The returned results from each respective group of dictionaries are merged and then sorted according to the spec: first by type
(first prefix, then infix matches), then by label (str
) and lastly by dictionary name (dictID
).
Then the sorted results from the 2 groups are merged and trimmed based on the options.perPage
value.
The PubDictionaries API currently supports 3 endpoints that can be used for searching terms in the corresponding dictionaries.
By default, the substring_completion
endpoint is used.
The (developer) user can specify which one of the 3 endpoints he wants to use with the global option suggest
.
For example, to use the prefix_completion
endpoint we initialize the vsm-pubdictionaries
instance as:
const PubDict = require('vsm-pubdictionaries');
const dict = new PubDict({ suggest: 'prefix' }); // 'substring' or 'mixed' also allowed
...
We use the URL example above to demonstrate and explain the differences between the 3 endpoints:
prefix_completion
: returns only entries whose label starts withTP53
substring_completion
: returns entries which have theTP53
string somewhere in their label, not necessarily having the prefix matches first.mixed_completion
: a combination of the above two endpoints, putting the prefix matches first and the infix matches later (common possible entries are pruned).
Each of the *_completion
endpoints return an array of labels and ids.

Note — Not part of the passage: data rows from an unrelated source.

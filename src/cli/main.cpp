// c2path: the command line. Thin over the library: load, plan, check, export.

#include <CLI/CLI.hpp>
#include <nlohmann/json.hpp>

#include <cmath>
#include <cstdio>
#include <filesystem>
#include <iostream>
#include <optional>
#include <string>
#include <unistd.h>
#include <vector>

#include "c2path/error.hpp"
#include "c2path/export.hpp"
#include "c2path/limits.hpp"
#include "c2path/scene_yaml.hpp"
#include "c2path/timing.hpp"
#include "commands.hpp"
#include "report.hpp"

namespace {

using namespace c2path;
using namespace c2path::cli;

int run_view(const std::string& scene, const char* argv0) {
  std::string exe = "c2path-view";
  std::error_code ec;
  const auto self = std::filesystem::read_symlink("/proc/self/exe", ec);
  if (!ec) {
    const auto beside = self.parent_path() / "c2path-view";
    if (std::filesystem::exists(beside, ec)) exe = beside.string();
  }
  (void)argv0;
  std::vector<char*> args = {exe.data(), const_cast<char*>(scene.c_str()), nullptr};
  ::execvp(exe.c_str(), args.data());
  std::fprintf(stderr, "c2path: error: cannot start c2path-view (%s); is it built and installed?\n", exe.c_str());
  return 2;
}

}  // namespace

int main(int argc, char** argv) {
  CLI::App app{"c2path: smooth (C2) moves for motion-control rigs and small robots, checked against each axis's limits"};
  app.set_version_flag("--version", std::string("c2path ") + C2PATH_VERSION);
  app.require_subcommand(1);
  std::string scene_path;
  bool json = false;

  auto* check = app.add_subcommand("check", "report travel, peak vel/acc/jerk and every limit violation; exit 0 within limits, 1 violations, 2 bad input");
  check->add_option("SCENE", scene_path, "scene file (YAML, format 1), or - for standard input")->required();
  check->add_flag("--json", json, "print one JSON object instead of the table");

  ExportArgs export_args;
  auto* exp = add_export_command(app, export_args);
  VerifyArgs verify_args;
  auto* verify = add_verify_command(app, verify_args);

  auto* view = app.add_subcommand("view", "open the scene in the viewer (c2path-view)");
  view->add_option("SCENE", scene_path, "scene file")->required();

  try {
    app.parse(argc, argv);
  } catch (const CLI::CallForHelp& e) {
    return app.exit(e);
  } catch (const CLI::CallForAllHelp& e) {
    return app.exit(e);
  } catch (const CLI::CallForVersion& e) {
    return app.exit(e);
  } catch (const CLI::ParseError& e) {
    std::string msg = e.what();
    for (auto& c : msg)
      if (c == '\n') c = ' ';
    std::fprintf(stderr, "c2path: error: %s (see c2path --help)\n", msg.c_str());
    return 2;
  }

  try {
    if (*view) return run_view(scene_path, argv[0]);
    if (*check) {
      const Loaded l = load_and_check(scene_path);
      if (json) print_json(l);
      else print_table(l);
      return l.report.ok ? 0 : 1;
    }
    if (*exp) return run_export(export_args);
    if (*verify) return run_verify(verify_args);
  } catch (const Error& e) {
    std::fprintf(stderr, "%s%s\n", e.file().empty() ? "c2path: " : "", e.what());
    return 2;
  } catch (const std::exception& e) {
    std::fprintf(stderr, "c2path: error: %s\n", e.what());
    return 2;
  }
  return 2;
}
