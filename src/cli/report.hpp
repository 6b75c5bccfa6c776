#pragma once
// Shared pieces of the c2path command: loading a scene through the pipeline and printing reports.

#include <cstdio>
#include <optional>
#include <string>

#include "c2path/limits.hpp"
#include "c2path/scene.hpp"
#include "c2path/timing.hpp"

namespace c2path::cli {

/// The caution printed by check and export.
extern const char* const kCaution;

/// A scene, its plan and its check.
struct Loaded {
  Scene scene;
  Plan plan;
  Report report;
};

/// load_scene_file + plan + check_limits. Throws c2path::Error.
Loaded load_and_check(const std::string& path);

/// %g with `digits` significant digits, no "-0".
std::string num(double v, int digits = 6);

void print_violations(std::FILE* out, const Loaded& l);
void print_stretch(std::FILE* out, const Loaded& l);
/// The `check` table, violations, stretch factor, result and caution on stdout.
void print_table(const Loaded& l);
/// The `check --json` object on stdout.
void print_json(const Loaded& l);

}  // namespace c2path::cli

The mapping between the returned JSON object from the PubDictionaries API and the corresponding VSM match
object is fully detailed in the table below:
VSM match object property | PubDictionaries entry's property | Notes |
---|---|---|
id |
id |
the concept-ID |
dictID |
- | the URI dictID is the concatenation of the string https://pubdictionaries.org/dictionaries/ and the dictionary name given in the *_completion URL |
str |
label |
the string representation of the term |
descr |
id |
we trim any leading http(s):// or www. substrings from the id |
terms[0].str |
label |
the concept's synonymous term (only 1) |
This project is licensed under the AGPL license - see LICENSE.md.